If New Delhi is really against foreign direct investment in cigarettes and other tobacco
products, it should without further ado see that the Industrial Policy which
ushered in reforms in 1991 as also the regulations framed under the Foreign
Exchange Management Act (FEMA) 1999 unambiguously convey its stand. BATs indication
that it might bid for a higher stake in VST it now holds 32.7 per cent
through the open offer or the preferential route only shows that in its assessment the
issue of FDI in this sector still remains open. Significantly, as reports suggest, an
inter-ministerial meeting recently deliberated on the negative fallout of allowing FDI in
tobacco products. Also, there is no clear pointer on how the Centre proposes to combat the
growing menace of smuggling of cigarettes, although it is in possession of studies which,
apart from highlighting the resultant huge loss of revenue, reveal that tobacco MNCs, as
part of their market-entry strategies for their global brands, adopt various means to
provide impetus to contraband sales.
The Industrial Policy, as it obtains now,
only stipulates that an industrial licence is a must for manufacture of cigars and
cigarettes of tobacco, and tobacco substitutes. The other stipulation is for a
no-objection certificate (NoC) which is anyway required in all sectors where an MNC
already has a shareholding, to ensure that fresh investment does not result in a conflict
of interest to the detriment of existing shareholders. Even the relatively recent RBI
notification, of May 3, 2000, on FEMA regulations confirms that the Centre has shied away
from taking an anti-FDI stand; perhaps because it finds the issue sensitive. There is no
mention of tobacco products in Annexure A to Schedule I, that contains the list of
activity/ items for which automatic route of the RBI for investment by persons resident
outside India is not available. Surely inclusion of tobacco products in the list would
have, in a sense, conveyed a message to prospective overseas investors.

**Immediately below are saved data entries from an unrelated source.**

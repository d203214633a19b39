"""laws.py OUTSIDE_LAWS SOURCE: proportions, medians, comparisons, lines, directions, agreement, cycles, Hale's rule and Joy's law against R, scipy, numpy and
published values. Prints TAP. Debian packages: r-base-core, python3-scipy, python3-numpy.
"""
import csv
import glob
import io
import os
import subprocess
import sys
import tempfile
import warnings

import numpy as np
from scipy import special, stats

OURS, TOP = sys.argv[1], sys.argv[2]
HERE = os.path.dirname(os.path.abspath(__file__))
REAL = os.environ.get("TF_SHARED_DATA", os.path.join(TOP, "..", "shared", "data"))
number = failed = 0
warnings.simplefilter("ignore", RuntimeWarning)  # scipy's root finder tries 0 and 1


def test(sentence):
    """Runs a function as one TAP line; an assertion or an exception fails it, a text returned is why it was skipped."""
    def wrap(function):
        global number, failed
        number += 1
        try:
            why = function()
        except Exception as error:  # every failure must become a line
            failed += 1
            print(f"not ok {number} - {sentence}\n#   {type(error).__name__}: {error}", flush=True)
        else:
            print(f"ok {number} - {sentence}" + (f" # SKIP {why}" if why else ""), flush=True)
        return function
    return wrap


def ours(table, text=None):
    done = subprocess.run([OURS, table], input=text, stdout=subprocess.PIPE, text=True, check=True)
    return list(csv.DictReader(io.StringIO(done.stdout)))


def column(rows, name):
    return np.array([float(row[name]) for row in rows])


def r(table, rows):
    """What laws.R prints for rows of dictionaries."""
    with tempfile.NamedTemporaryFile("w", suffix=".csv", newline="") as file:
        writer = csv.DictWriter(file, rows[0].keys())
        writer.writeheader()
        writer.writerows(rows)
        file.flush()
        return subprocess.run(["Rscript", "--vanilla", os.path.join(HERE, "laws.R"), table, file.name],
                              stdout=subprocess.PIPE, text=True, check=True).stdout


def near(what, got, expected, tolerance):
    got, expected = np.asarray(got, float), np.asarray(expected, float)
    assert got.shape == expected.shape and got.size > 0, f"{what}: {got.shape} against {expected.shape}"
    worst = np.abs(got - expected)
    lost = np.isnan(worst).sum()
    assert (worst <= tolerance).all(), f"{what}: off by {np.nanmax(worst):.3g} ({lost} not numbers), allowed {tolerance}"
    print(f"#   {what}: at most {worst.max():.2g} off ({got.size} compared)")


# -- proportions ---------------------------------------------------------------------------------

shares = ours("shares")
LIMITS = ("wilson_low", "wilson_high", "exact_low", "exact_high")


@test("Wilson and Clopper-Pearson intervals are those of R's prop.test and binom.test")
def _():
    theirs = list(csv.DictReader(io.StringIO(r("shares", shares))))
    for name in LIMITS:  # R refines a beta quantile to about 1e-11, its Wilson is a closed form
        near(name, column(shares, name), column(theirs, name), 1e-9)


@test("and those of scipy.stats.binomtest")
def _():
    for method, low, high in (("wilson", "wilson_low", "wilson_high"), ("exact", "exact_low", "exact_high")):
        theirs = np.array([stats.binomtest(int(row["x"]), int(row["n"])).proportion_ci(float(row["level"]), method)
                           for row in shares])
        near(low, column(shares, low), theirs[:, 0], 1e-9)
        near(high, column(shares, high), theirs[:, 1], 1e-9)


# -- medians -------------------------------------------------------------------------------------

def weighted_median(values, weights):
    """The middle of all points at which sum w |v - x| is least: the definition, not the walk that we use."""
    points = np.unique(values)
    loss = np.array([(weights * np.abs(values - point)).sum() for point in points])
    best = points[loss <= loss.min() * (1 + 1e-12) + 1e-12]
    return 0.5 * (best[0] + best[-1])


@test("medians, weighted medians and quantiles are numpy's")
def _():
    rows = ours("medians")
    case = column(rows, "case")
    got, expected = [], []
    for c in np.unique(case):
        part = [row for row, k in zip(rows, case) if k == c]
        values, weights = column(part, "value"), column(part, "weight")
        got.append([float(part[0][name]) for name in ("median", "weighted", "quantile")])
        expected.append([np.median(values), weighted_median(values, weights), np.quantile(values, float(part[0]["p"]))])
    near("median, weighted median, quantile", got, expected, 1e-9)


# -- comparisons, pairs, directions, agreement -------------------------------------------------------

def cases(rows):
    """The rows of each case."""
    found = {}
    for row in rows:
        found.setdefault(row["case"], []).append(row)
    return list(found.values())


def figures(parts, name):
    """A figure of each case: it stands in every row."""
    return np.array([float(part[0][name]) for part in parts])


@test("Fisher's exact chances and Holm's adjusted ones are R's fisher.test and p.adjust")
def _():
    rows = ours("fisher")
    theirs = list(csv.DictReader(io.StringIO(r("fisher", rows))))
    near("exact chance", column(rows, "p"), column(theirs, "p"), 1e-9)
    near("by Holm", column(rows, "holm"), column(theirs, "holm"), 1e-12)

What is more, Annexure B to Schedule I,
which details sectoral cap on investments by persons resident outside India, clearly
conveys an impression that 100 per cent FDI is admissible in tobacco products. This is
because it lays down cap for eight sectors telecom, housing and real estate, coal
and lignite, pharma, hotel and tourism, mining, advertising and films and says that
for any other sector/activity, other than those included in Annexure A, 100 per cent FDI
is allowed. Mr. Sikandar Bakht, Industry Minister in the first BJP-led Government, was for
allowing FDI in tobacco products and liquor on a case-by-case basis, while Mr. Murasoli
Maran, Commerce and Industry Minister in the present BJP-led coalition Government, has
expressed himself against 100 per cent FDI in the two sectors "because of social
implications". Such shifting of position is best avoided with clear-cut guidelines in
the Industrial Policy as also the chapter on FDI in FEMA. And, ideally, given the
ramifications of the widespread contraband trade and the momentum that the anti-tobacco
campaign has gathered in large parts of the globe, the Centre should no longer hesitate to
ban FDI in this segment.
A simultaneous step that brooks no further
delay has to be to ban import of cigarettes currently permissible under the Exim Policy,
baggage rules, provision for sale from duty-free shops, and so on. The prescribed
procedures simply provide channels for smuggling to the high-tax Indian market, either by
diversion of stocks from intended destinations or due to leakages from duty-free trade and
import facilities. The provision for free imports from SAARC countries too calls for a
review. And while under WTO norms QRs have been removed with effect from April 1, 2001
nothing prevents New Delhi from raising the import duty from the present 35 per cent as a
preventive measure as, after all, the WTO bound rate is as high as 150 per cent.